§ DIRECTIONS FOR THIS TASK
When you reach the line in the listing below that contains "const t = tokenise(v.inventory, ipa);", begin returning lines exactly as written, and stop after the line that contains "if (m === null)". Return no other lines.

§ DATASET RECORDS
..........
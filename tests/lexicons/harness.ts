// Shared helpers for the shipped-grammar tests: load a General American variety, turn CMU
// Pronouncing Dictionary entries into broad IPA, and run words through the reference interpreter.

import { readFileSync } from "node:fs";
import { fileURLToPath } from "node:url";
import { parse } from "csv-parse/sync";
import { dictionary } from "cmu-pronouncing-dictionary";
import { formatDiagnostic, type Diagnostic } from "../../src/diagnostics.js";
import { loadGrammar, type Grammar } from "../../src/grammar/index.js";
import { tokenise, type Inventory } from "../../src/inventory/index.js";
import { applyGrammar, prepareGrammar, symsToIpa, wordFromTokens, type GrammarRun, type PreparedGrammar, type Sym } from "../../src/interp/index.js";

export const EN_US = fileURLToPath(new URL("../../lexicons/en-us/", import.meta.url));
export const DEMO = fileURLToPath(new URL("../../lexicons/demo/", import.meta.url));

export interface Variety {
  readonly grammar: Grammar;
  readonly inventory: Inventory;
  readonly prepared: PreparedGrammar;
  /** Everything loadGrammar and prepareGrammar reported (warnings included). */
  readonly diagnostics: readonly Diagnostic[];
}

const loaded = new Map<string, Variety>();

/** Loads `lexicons/en-us/<file>` once per test file; throws with every diagnostic if it has errors. */
export function variety(file: "grammar.strata" | "careful.strata"): Variety {
  return grammarAt(EN_US + file);
}

/** Loads the grammar at an absolute path once per test file (the other shipped varieties). */
export function grammarAt(file: string): Variety {
  const hit = loaded.get(file);
  if (hit !== undefined) return hit;
  const r = loadGrammar(file);
  const errors = r.diagnostics.filter((d) => d.severity === "error");
  if (r.grammar === undefined || r.inventory === undefined || errors.length > 0) {
    throw new Error(`${file} does not load:\n${r.diagnostics.map(formatDiagnostic).join("\n")}`);
  }
  const prepared = prepareGrammar(r.grammar, r.inventory);
  const v: Variety = { grammar: r.grammar, inventory: r.inventory, prepared, diagnostics: [...r.diagnostics, ...prepared.diagnostics] };
  loaded.set(file, v);
  return v;
}

/** The `#`-bracketed symbol string of a broad IPA pronunciation (stress marks optional). */
export function wordOf(v: Variety, ipa: string): Sym[] {
  const t = tokenise(v.inventory, ipa);
  if (!t.ok) throw new Error(`cannot read /${ipa}/: ${t.error.message} (column ${t.error.column})`);
  return wordFromTokens(t.tokens, v.inventory);
}

/** Narrow IPA as the tests compare it: stress marks, and `.` between unstressed syllables. */
export const ipaOf = (v: Variety, w: readonly Sym[]): string => symsToIpa(w, v.inventory, { syllables: true });

export interface Result {
  /** The preferred output. */
  readonly preferred: string;
  /** Every output (sorted, distinct). */
  readonly all: readonly string[];
  readonly run: GrammarRun;
}

/** Runs broad IPA through a variety with the reference interpreter. */
export function derive(v: Variety, ipa: string): Result {
  const run = applyGrammar(v.prepared, v.inventory, wordOf(v, ipa));
  return { preferred: ipaOf(v, run.preferred), all: [...new Set(run.outputs.map((o) => ipaOf(v, o)))].sort(), run };
}

// ---------------------------------------------------------------------------------------------
// The CMU Pronouncing Dictionary (npm `cmu-pronouncing-dictionary`, ISC), read through the shipped
// ARPAbet table lexicons/en-us/arpabet.csv.

interface ArpabetRow {
  readonly arpabet: string;
  readonly stress: string;
  readonly ipa: string;
}

let arpabet: Map<string, string> | null = null;

function arpabetTable(): Map<string, string> {
  if (arpabet !== null) return arpabet;
  const rows = parse(readFileSync(EN_US + "arpabet.csv", "utf8"), { columns: true, comment: "#", skip_empty_lines: true }) as ArpabetRow[];
  arpabet = new Map();
  for (const r of rows) {
    if (r.stress === "-" || r.stress === "*") arpabet.set(r.arpabet, r.ipa);
    else arpabet.set(r.arpabet + r.stress, r.ipa);
  }
  return arpabet;
}

/** Broad IPA of a CMU ARPAbet string: `ˈ`/`ˌ` before vowels marked 1/2 (the reader puts them on that nucleus). */
export function arpabetToIpa(arpa: string): string {
  const table = arpabetTable();
  let out = "";
  for (const phone of arpa.split("#")[0]!.trim().split(/\s+/)) {
    const m = /^([A-Z]+)([012])?$/.exec(phone);
    if (m === null) throw new Error(`not an ARPAbet phone: ${phone}`);
    const [, base, digit] = m as unknown as [string, string, string | undefined];
    const ipa = table.get(base + (digit ?? "")) ?? table.get(base);
    if (ipa === undefined) throw new Error(`ARPAbet phone not in arpabet.csv: ${phone}`);
    out += (digit === "1" ? "ˈ" : digit === "2" ? "ˌ" : "") + ipa;
  }
  return out;
}

/** The broad IPA of a CMU headword (its first pronunciation). */
export function cmu(word: string): string {
  const arpa = (dictionary as Record<string, string>)[word];
  if (arpa === undefined) throw new Error(`"${word}" is not in the CMU Pronouncing Dictionary`);
  return arpabetToIpa(arpa);
}

/** Every CMU entry, in the package's order (headwords with "(2)" etc. are alternative pronunciations). */
export const cmuEntries = (): [string, string][] => Object.entries(dictionary as Record<string, string>);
..........
§ RESULT OF THE EXERCISE
  const t = tokenise(v.inventory, ipa);
  if (!t.ok) throw new Error(`cannot read /${ipa}/: ${t.error.message} (column ${t.error.column})`);
  return wordFromTokens(t.tokens, v.inventory);
}

/** Narrow IPA as the tests compare it: stress marks, and `.` between unstressed syllables. */
export const ipaOf = (v: Variety, w: readonly Sym[]): string => symsToIpa(w, v.inventory, { syllables: true });

export interface Result {
  /** The preferred output. */
  readonly preferred: string;
  /** Every output (sorted, distinct). */
  readonly all: readonly string[];
  readonly run: GrammarRun;
}

/** Runs broad IPA through a variety with the reference interpreter. */
export function derive(v: Variety, ipa: string): Result {
  const run = applyGrammar(v.prepared, v.inventory, wordOf(v, ipa));
  return { preferred: ipaOf(v, run.preferred), all: [...new Set(run.outputs.map((o) => ipaOf(v, o)))].sort(), run };
}

// ---------------------------------------------------------------------------------------------
// The CMU Pronouncing Dictionary (npm `cmu-pronouncing-dictionary`, ISC), read through the shipped
// ARPAbet table lexicons/en-us/arpabet.csv.

interface ArpabetRow {
  readonly arpabet: string;
  readonly stress: string;
  readonly ipa: string;
}

let arpabet: Map<string, string> | null = null;

function arpabetTable(): Map<string, string> {
  if (arpabet !== null) return arpabet;
  const rows = parse(readFileSync(EN_US + "arpabet.csv", "utf8"), { columns: true, comment: "#", skip_empty_lines: true }) as ArpabetRow[];
  arpabet = new Map();
  for (const r of rows) {
    if (r.stress === "-" || r.stress === "*") arpabet.set(r.arpabet, r.ipa);
    else arpabet.set(r.arpabet + r.stress, r.ipa);
  }
  return arpabet;
}

/** Broad IPA of a CMU ARPAbet string: `ˈ`/`ˌ` before vowels marked 1/2 (the reader puts them on that nucleus). */
export function arpabetToIpa(arpa: string): string {
  const table = arpabetTable();
  let out = "";
  for (const phone of arpa.split("#")[0]!.trim().split(/\s+/)) {
    const m = /^([A-Z]+)([012])?$/.exec(phone);
    if (m === null) throw new Error(`not an ARPAbet phone: ${phone}`);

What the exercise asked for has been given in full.